- _WORK TASK_
Only lines holding "position" are needed; copy each of them from the data below.

EXERCISE INPUTS: Begin

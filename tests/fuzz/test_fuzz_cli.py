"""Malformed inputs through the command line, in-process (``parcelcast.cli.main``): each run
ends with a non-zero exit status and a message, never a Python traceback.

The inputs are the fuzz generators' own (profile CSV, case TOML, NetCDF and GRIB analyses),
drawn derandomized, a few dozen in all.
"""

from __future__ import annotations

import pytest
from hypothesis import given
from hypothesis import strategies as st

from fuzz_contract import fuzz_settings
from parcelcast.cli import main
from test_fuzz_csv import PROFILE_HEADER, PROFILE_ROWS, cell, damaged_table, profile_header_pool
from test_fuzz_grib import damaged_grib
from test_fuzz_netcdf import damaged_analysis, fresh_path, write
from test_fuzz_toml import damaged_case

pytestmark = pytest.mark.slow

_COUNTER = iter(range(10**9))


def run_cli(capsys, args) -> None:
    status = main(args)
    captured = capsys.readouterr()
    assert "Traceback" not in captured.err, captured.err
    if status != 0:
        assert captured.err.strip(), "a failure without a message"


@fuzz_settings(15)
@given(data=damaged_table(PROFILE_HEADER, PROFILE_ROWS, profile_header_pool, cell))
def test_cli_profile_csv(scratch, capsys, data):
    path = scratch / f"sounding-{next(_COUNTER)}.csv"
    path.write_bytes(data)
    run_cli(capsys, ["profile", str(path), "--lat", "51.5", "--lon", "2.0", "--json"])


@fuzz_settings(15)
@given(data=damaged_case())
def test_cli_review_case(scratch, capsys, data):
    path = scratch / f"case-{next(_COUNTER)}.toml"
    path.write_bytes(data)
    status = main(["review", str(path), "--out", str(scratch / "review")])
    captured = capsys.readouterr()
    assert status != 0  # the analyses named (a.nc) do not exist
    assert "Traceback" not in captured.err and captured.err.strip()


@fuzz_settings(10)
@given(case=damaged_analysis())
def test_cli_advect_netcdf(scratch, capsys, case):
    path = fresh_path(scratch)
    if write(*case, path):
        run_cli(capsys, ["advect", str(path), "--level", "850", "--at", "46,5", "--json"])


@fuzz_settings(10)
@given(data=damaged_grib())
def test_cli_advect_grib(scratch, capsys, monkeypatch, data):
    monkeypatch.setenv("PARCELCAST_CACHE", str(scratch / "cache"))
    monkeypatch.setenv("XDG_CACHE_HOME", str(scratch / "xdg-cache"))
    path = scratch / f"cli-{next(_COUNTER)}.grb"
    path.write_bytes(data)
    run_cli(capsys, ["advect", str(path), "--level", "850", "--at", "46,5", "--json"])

EXERCISE INPUTS: End
EXERCISE INPUTS: Begin

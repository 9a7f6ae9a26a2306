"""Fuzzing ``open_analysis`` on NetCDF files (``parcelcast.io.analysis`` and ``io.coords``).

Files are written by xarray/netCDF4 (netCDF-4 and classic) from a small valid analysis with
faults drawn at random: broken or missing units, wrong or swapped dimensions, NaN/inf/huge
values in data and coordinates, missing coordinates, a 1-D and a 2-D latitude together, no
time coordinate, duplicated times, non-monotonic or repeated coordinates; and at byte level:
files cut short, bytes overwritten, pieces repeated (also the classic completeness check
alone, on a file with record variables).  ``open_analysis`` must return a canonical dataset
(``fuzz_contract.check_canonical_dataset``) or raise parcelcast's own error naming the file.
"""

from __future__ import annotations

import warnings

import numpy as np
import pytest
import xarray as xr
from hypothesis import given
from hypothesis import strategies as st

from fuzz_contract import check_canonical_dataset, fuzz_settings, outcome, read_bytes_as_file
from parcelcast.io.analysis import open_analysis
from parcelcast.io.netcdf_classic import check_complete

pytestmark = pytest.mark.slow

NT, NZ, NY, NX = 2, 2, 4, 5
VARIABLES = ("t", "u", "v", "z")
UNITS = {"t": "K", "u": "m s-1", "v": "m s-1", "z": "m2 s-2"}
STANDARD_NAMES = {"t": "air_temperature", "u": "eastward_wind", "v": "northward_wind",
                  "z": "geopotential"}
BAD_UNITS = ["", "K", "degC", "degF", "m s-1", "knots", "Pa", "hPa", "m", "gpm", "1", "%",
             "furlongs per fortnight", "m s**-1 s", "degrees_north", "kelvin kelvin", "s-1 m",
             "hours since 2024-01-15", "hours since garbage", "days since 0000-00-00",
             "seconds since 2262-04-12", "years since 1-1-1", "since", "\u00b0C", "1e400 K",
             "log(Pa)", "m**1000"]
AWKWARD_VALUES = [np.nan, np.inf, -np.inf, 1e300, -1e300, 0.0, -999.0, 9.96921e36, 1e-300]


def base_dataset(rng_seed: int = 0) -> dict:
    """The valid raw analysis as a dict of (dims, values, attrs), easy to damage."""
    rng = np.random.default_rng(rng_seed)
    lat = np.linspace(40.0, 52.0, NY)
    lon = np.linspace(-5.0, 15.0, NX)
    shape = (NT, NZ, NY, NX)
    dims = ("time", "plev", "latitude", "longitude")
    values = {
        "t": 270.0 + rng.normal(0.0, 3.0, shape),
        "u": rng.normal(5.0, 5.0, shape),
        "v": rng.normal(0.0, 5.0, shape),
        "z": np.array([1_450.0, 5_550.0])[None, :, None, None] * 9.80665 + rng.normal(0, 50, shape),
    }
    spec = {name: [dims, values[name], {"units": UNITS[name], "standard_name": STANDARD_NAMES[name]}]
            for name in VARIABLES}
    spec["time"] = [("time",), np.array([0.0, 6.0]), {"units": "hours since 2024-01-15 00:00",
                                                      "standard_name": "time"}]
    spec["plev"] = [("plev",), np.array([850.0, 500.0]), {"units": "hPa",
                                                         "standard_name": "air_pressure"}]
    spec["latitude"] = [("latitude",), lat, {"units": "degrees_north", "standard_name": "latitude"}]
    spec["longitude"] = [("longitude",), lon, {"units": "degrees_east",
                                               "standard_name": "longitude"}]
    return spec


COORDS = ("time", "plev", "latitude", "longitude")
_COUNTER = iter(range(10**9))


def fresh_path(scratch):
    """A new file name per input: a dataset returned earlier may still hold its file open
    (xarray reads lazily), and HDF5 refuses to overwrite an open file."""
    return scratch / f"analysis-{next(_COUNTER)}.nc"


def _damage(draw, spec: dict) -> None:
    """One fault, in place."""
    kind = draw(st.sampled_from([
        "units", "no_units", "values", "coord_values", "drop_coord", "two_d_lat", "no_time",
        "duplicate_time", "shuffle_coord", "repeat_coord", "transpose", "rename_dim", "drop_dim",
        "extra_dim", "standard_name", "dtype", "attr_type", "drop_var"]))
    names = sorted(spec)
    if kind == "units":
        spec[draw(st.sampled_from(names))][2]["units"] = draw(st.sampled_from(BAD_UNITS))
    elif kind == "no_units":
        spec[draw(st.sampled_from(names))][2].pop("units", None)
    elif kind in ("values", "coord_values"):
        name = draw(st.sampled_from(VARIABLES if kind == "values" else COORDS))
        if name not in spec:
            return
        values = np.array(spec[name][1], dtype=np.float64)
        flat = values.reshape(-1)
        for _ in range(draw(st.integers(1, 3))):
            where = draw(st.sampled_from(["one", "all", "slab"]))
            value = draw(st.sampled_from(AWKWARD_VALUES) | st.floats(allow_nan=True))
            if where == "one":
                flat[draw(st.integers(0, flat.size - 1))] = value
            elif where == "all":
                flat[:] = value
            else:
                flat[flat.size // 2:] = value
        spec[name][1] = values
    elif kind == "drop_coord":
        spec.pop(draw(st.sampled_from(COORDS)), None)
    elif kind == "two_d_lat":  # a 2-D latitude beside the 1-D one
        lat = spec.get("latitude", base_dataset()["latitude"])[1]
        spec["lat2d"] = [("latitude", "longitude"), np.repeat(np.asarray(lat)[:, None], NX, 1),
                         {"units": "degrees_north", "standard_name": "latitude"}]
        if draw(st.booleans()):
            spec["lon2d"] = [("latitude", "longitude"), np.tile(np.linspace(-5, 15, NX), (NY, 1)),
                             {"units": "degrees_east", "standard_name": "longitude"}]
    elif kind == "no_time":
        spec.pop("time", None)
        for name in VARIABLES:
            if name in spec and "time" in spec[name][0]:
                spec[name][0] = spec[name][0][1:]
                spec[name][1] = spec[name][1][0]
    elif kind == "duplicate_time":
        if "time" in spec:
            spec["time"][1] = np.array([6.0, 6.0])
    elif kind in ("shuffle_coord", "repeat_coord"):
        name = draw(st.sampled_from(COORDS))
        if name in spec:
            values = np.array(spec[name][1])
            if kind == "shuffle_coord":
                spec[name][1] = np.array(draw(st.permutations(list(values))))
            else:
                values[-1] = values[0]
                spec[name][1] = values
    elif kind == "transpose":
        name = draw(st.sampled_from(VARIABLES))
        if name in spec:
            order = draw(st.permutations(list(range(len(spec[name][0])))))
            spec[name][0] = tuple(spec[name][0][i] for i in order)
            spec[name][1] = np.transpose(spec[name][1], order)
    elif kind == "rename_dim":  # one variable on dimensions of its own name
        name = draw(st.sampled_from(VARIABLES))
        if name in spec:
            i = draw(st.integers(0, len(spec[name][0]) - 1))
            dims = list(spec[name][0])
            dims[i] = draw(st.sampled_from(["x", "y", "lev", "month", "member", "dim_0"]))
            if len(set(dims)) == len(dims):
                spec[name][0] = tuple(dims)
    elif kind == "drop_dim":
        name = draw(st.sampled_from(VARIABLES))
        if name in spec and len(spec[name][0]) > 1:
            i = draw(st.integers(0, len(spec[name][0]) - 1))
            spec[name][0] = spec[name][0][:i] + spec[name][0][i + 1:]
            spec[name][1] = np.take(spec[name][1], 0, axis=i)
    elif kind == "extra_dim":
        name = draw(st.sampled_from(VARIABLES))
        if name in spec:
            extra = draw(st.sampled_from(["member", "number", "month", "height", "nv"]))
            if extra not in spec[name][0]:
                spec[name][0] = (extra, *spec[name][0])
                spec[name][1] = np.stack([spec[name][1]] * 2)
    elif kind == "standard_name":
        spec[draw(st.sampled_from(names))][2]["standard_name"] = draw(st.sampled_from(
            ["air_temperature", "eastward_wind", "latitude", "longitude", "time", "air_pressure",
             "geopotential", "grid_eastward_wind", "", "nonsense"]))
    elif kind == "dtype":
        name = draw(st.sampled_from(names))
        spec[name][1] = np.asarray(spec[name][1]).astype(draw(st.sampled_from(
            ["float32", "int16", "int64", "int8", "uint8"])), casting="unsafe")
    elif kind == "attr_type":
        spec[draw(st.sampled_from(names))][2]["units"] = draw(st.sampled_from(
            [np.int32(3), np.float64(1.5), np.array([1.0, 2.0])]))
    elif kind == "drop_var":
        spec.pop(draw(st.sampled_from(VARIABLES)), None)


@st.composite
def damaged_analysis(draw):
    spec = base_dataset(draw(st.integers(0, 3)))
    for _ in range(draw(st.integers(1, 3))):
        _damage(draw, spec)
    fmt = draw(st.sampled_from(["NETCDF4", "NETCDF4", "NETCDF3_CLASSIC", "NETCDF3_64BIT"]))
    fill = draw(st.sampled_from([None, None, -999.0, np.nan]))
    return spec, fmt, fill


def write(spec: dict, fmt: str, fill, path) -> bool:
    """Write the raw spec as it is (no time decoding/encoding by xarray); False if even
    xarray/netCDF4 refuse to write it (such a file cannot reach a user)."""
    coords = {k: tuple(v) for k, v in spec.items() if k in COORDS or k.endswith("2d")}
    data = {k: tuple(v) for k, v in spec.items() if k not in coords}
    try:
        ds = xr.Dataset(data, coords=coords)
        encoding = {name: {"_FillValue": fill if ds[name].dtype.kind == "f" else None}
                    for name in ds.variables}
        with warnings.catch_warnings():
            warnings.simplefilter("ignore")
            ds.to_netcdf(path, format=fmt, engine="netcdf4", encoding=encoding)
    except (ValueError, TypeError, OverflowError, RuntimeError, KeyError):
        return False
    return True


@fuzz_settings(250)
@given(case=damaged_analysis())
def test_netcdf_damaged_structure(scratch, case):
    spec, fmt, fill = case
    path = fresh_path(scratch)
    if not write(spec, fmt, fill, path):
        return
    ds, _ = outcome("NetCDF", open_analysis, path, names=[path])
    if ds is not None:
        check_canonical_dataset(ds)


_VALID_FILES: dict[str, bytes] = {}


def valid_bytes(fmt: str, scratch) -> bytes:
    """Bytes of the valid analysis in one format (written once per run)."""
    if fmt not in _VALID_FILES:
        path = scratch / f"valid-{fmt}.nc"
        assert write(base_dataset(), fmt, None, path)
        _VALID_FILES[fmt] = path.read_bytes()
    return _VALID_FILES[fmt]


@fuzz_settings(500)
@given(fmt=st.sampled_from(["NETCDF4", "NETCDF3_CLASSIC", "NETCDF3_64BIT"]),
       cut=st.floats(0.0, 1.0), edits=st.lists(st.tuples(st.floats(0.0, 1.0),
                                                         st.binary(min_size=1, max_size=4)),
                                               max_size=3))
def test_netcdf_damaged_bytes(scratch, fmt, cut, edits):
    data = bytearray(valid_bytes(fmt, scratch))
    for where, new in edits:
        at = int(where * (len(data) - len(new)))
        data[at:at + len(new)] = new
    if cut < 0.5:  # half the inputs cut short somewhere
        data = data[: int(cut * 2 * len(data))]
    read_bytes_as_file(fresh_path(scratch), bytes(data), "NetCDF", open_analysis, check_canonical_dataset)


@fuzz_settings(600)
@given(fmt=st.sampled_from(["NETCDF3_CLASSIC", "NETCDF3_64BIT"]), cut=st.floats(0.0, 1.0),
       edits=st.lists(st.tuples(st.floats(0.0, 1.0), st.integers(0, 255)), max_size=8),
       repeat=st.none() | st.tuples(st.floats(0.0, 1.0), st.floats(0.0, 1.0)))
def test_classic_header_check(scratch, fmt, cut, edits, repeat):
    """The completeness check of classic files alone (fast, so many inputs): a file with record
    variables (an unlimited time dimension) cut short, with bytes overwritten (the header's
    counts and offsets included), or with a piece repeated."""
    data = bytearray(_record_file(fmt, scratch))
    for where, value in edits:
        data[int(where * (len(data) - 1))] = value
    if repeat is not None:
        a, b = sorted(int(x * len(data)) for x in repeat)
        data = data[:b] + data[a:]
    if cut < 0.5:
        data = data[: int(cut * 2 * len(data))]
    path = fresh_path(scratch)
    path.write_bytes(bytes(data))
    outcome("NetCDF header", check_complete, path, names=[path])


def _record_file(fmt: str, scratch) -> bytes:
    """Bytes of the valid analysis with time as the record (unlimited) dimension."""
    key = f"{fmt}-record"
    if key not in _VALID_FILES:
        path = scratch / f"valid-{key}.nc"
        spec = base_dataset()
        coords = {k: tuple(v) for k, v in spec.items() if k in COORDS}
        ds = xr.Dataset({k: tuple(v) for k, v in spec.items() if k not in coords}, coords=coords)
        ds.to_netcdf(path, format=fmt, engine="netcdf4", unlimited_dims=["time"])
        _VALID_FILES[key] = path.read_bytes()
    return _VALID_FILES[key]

EXERCISE INPUTS: End
EXERCISE INPUTS: Begin

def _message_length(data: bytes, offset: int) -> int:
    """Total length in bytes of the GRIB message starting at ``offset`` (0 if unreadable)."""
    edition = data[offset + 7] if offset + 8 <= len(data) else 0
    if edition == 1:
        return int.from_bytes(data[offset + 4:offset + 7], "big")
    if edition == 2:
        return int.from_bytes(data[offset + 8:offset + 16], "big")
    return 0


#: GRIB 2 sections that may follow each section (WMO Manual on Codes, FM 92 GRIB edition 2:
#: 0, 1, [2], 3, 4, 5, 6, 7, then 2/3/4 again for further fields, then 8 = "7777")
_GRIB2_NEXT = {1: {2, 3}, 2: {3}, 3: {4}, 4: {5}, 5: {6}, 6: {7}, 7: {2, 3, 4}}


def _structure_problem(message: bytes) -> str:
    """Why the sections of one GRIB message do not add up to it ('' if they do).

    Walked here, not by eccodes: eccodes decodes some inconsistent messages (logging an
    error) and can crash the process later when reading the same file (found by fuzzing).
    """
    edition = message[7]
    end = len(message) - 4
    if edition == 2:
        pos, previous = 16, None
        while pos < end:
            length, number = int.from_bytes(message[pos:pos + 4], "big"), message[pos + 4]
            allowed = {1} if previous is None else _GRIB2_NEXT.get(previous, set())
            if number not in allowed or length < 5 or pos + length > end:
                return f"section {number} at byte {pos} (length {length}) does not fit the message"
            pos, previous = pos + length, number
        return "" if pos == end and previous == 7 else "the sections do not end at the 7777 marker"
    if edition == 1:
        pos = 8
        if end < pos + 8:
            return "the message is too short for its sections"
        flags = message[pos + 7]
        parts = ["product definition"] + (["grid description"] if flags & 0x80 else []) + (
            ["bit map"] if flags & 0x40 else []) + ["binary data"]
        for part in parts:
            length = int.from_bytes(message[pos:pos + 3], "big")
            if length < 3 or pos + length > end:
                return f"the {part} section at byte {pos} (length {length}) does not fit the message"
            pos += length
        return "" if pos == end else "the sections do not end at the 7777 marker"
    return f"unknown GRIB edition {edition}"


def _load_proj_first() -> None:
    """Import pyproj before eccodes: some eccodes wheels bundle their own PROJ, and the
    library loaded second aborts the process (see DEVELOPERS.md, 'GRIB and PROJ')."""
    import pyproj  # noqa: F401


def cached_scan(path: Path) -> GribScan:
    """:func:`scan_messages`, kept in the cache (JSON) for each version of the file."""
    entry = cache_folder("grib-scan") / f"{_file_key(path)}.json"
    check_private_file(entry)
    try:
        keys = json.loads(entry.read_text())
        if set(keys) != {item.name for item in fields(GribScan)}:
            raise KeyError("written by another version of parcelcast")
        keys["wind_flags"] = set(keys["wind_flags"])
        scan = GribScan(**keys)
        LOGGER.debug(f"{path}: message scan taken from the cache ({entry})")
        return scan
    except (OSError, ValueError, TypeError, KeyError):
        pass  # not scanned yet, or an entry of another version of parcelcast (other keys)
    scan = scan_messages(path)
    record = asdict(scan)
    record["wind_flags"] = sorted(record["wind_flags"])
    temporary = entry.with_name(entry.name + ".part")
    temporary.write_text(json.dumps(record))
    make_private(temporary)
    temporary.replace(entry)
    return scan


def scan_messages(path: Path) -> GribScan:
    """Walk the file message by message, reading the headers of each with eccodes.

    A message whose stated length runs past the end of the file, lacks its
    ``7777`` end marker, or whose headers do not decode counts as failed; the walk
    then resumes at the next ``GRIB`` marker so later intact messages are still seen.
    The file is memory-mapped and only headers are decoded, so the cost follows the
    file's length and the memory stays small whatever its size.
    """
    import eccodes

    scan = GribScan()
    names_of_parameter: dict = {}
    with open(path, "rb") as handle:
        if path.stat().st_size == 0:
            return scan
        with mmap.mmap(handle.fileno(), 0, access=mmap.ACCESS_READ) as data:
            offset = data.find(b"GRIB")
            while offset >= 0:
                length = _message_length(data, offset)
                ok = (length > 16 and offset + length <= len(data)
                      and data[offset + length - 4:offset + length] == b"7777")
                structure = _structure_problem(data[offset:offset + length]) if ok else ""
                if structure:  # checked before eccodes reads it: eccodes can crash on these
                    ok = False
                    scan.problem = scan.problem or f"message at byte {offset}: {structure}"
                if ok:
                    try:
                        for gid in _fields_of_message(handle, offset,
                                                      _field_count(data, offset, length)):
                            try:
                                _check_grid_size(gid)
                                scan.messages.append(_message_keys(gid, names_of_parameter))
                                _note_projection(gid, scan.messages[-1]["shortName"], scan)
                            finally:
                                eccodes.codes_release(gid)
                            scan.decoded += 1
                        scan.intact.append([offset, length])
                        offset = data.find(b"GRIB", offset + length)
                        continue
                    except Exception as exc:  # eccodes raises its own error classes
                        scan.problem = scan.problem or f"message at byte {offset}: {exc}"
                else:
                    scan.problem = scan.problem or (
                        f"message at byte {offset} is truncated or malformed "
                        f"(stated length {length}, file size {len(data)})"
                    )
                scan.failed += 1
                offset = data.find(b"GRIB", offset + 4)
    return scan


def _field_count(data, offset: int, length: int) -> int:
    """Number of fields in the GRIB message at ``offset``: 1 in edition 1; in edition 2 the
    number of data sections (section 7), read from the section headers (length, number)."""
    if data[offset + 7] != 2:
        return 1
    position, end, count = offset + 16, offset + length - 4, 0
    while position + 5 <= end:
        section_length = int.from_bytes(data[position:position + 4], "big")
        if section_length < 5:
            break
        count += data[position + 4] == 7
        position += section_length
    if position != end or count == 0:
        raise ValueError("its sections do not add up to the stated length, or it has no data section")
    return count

EXERCISE INPUTS: End

- _RESULT OF THIS TASK_
    position, end, count = offset + 16, offset + length - 4, 0
    while position + 5 <= end:
        section_length = int.from_bytes(data[position:position + 4], "big")
        count += data[position + 4] == 7
        position += section_length
    if position != end or count == 0:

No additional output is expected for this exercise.